* _What you are asked to do_
Write out, word for word, every line from the one containing "const double down" through the final line of the records.

────────────────────

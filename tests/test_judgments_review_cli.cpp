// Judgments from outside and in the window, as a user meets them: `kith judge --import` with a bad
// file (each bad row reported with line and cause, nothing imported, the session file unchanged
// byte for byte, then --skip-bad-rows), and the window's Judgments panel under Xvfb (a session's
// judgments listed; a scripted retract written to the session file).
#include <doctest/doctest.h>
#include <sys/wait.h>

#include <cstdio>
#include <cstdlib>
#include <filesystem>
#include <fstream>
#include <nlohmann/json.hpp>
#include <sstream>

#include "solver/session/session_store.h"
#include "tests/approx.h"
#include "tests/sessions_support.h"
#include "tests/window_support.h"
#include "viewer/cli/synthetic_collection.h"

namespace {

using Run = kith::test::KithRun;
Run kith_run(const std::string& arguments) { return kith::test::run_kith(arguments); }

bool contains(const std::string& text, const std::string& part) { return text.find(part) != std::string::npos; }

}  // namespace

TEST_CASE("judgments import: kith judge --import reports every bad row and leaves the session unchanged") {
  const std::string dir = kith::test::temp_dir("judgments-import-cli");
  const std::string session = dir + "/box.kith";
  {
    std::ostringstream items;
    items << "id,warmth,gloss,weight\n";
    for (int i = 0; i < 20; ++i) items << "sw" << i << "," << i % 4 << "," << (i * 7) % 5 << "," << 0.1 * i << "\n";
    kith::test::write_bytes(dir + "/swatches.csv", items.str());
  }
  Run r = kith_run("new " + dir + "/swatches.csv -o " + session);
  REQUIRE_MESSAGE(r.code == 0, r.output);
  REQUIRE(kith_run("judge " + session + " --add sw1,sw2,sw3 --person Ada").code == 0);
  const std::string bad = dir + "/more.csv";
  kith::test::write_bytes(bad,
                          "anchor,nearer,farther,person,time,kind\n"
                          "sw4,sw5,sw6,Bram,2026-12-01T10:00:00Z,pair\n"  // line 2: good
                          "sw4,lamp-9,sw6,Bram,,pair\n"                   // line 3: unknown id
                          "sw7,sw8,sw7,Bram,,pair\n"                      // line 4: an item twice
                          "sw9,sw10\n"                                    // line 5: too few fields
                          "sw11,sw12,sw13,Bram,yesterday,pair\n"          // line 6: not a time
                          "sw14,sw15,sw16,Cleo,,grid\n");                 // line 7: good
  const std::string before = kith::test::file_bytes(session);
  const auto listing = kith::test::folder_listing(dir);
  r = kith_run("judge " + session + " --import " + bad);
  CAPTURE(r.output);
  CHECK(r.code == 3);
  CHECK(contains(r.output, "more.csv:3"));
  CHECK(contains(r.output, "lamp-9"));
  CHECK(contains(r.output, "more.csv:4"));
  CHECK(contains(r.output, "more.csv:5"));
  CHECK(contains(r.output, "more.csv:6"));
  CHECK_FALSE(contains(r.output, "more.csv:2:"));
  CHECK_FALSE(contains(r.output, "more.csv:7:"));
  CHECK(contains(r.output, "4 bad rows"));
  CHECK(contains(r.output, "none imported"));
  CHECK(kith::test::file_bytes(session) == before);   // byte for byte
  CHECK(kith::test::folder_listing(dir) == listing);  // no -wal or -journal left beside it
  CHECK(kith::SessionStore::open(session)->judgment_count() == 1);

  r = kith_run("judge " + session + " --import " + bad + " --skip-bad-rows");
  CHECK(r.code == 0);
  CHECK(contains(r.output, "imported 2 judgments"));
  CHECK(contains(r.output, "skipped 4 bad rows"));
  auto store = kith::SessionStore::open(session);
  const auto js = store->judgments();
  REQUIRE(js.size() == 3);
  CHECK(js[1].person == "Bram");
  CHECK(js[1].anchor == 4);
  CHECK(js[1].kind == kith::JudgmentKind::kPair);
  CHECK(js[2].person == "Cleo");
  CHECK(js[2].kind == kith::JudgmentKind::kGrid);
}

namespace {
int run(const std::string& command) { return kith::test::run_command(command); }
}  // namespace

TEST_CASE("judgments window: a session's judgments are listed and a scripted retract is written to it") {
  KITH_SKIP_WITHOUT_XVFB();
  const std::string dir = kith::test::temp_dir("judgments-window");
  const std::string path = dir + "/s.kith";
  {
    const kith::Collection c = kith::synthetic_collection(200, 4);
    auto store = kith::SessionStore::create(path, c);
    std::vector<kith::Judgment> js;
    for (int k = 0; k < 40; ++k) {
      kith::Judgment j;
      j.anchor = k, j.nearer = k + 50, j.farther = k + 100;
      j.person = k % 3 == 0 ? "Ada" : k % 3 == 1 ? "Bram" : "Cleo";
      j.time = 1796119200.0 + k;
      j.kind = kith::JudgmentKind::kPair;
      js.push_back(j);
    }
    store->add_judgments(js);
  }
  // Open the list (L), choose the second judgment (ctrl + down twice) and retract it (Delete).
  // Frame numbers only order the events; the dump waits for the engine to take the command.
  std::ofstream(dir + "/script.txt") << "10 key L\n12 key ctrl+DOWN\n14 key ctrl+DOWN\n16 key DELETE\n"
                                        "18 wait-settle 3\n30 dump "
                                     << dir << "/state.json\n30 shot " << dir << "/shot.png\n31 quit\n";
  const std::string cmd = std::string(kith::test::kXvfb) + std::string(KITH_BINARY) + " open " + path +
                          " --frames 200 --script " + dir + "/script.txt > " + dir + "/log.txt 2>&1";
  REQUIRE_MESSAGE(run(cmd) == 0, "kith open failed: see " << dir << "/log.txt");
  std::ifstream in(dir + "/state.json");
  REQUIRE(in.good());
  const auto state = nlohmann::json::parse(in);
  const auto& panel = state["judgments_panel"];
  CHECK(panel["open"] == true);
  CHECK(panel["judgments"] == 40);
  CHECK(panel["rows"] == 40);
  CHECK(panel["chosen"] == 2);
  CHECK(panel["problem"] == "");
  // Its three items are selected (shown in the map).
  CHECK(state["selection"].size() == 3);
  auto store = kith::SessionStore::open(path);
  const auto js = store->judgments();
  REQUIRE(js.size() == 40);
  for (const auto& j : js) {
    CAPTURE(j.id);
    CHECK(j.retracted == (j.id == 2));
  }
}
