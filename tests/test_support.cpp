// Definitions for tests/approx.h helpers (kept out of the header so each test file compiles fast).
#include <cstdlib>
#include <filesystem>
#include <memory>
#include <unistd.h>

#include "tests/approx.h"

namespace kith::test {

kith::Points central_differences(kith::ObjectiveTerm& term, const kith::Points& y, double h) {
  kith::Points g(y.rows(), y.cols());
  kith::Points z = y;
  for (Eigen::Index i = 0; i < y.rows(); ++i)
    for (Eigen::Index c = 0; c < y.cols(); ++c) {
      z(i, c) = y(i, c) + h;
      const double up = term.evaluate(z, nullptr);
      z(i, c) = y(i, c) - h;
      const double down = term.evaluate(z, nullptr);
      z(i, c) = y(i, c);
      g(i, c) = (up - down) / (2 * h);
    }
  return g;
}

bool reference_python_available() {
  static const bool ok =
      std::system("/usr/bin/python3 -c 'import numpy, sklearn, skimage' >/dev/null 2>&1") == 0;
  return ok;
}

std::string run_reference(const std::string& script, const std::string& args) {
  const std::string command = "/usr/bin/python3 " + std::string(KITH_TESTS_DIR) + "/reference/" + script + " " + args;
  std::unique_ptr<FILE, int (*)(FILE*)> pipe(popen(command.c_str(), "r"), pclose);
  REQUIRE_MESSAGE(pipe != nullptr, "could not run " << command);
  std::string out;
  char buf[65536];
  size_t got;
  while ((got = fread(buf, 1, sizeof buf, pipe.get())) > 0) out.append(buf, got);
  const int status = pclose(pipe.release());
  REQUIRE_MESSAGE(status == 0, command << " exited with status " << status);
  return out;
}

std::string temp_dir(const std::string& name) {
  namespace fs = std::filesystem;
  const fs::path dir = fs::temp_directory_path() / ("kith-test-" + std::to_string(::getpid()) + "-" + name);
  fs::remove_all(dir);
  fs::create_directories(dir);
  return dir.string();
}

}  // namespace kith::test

────────────────────

* _Exercise response_
      const double down = term.evaluate(z, nullptr);
      z(i, c) = y(i, c);
      g(i, c) = (up - down) / (2 * h);
    }
  return g;
}

bool reference_python_available() {
  static const bool ok =
      std::system("/usr/bin/python3 -c 'import numpy, sklearn, skimage' >/dev/null 2>&1") == 0;
  return ok;
}

std::string run_reference(const std::string& script, const std::string& args) {
  const std::string command = "/usr/bin/python3 " + std::string(KITH_TESTS_DIR) + "/reference/" + script + " " + args;
  std::unique_ptr<FILE, int (*)(FILE*)> pipe(popen(command.c_str(), "r"), pclose);
  REQUIRE_MESSAGE(pipe != nullptr, "could not run " << command);
  std::string out;
  char buf[65536];
  size_t got;
  while ((got = fread(buf, 1, sizeof buf, pipe.get())) > 0) out.append(buf, got);
  const int status = pclose(pipe.release());
  REQUIRE_MESSAGE(status == 0, command << " exited with status " << status);
  return out;
}

std::string temp_dir(const std::string& name) {
  namespace fs = std::filesystem;
  const fs::path dir = fs::temp_directory_path() / ("kith-test-" + std::to_string(::getpid()) + "-" + name);
  fs::remove_all(dir);
  fs::create_directories(dir);
  return dir.string();
}

}  // namespace kith::test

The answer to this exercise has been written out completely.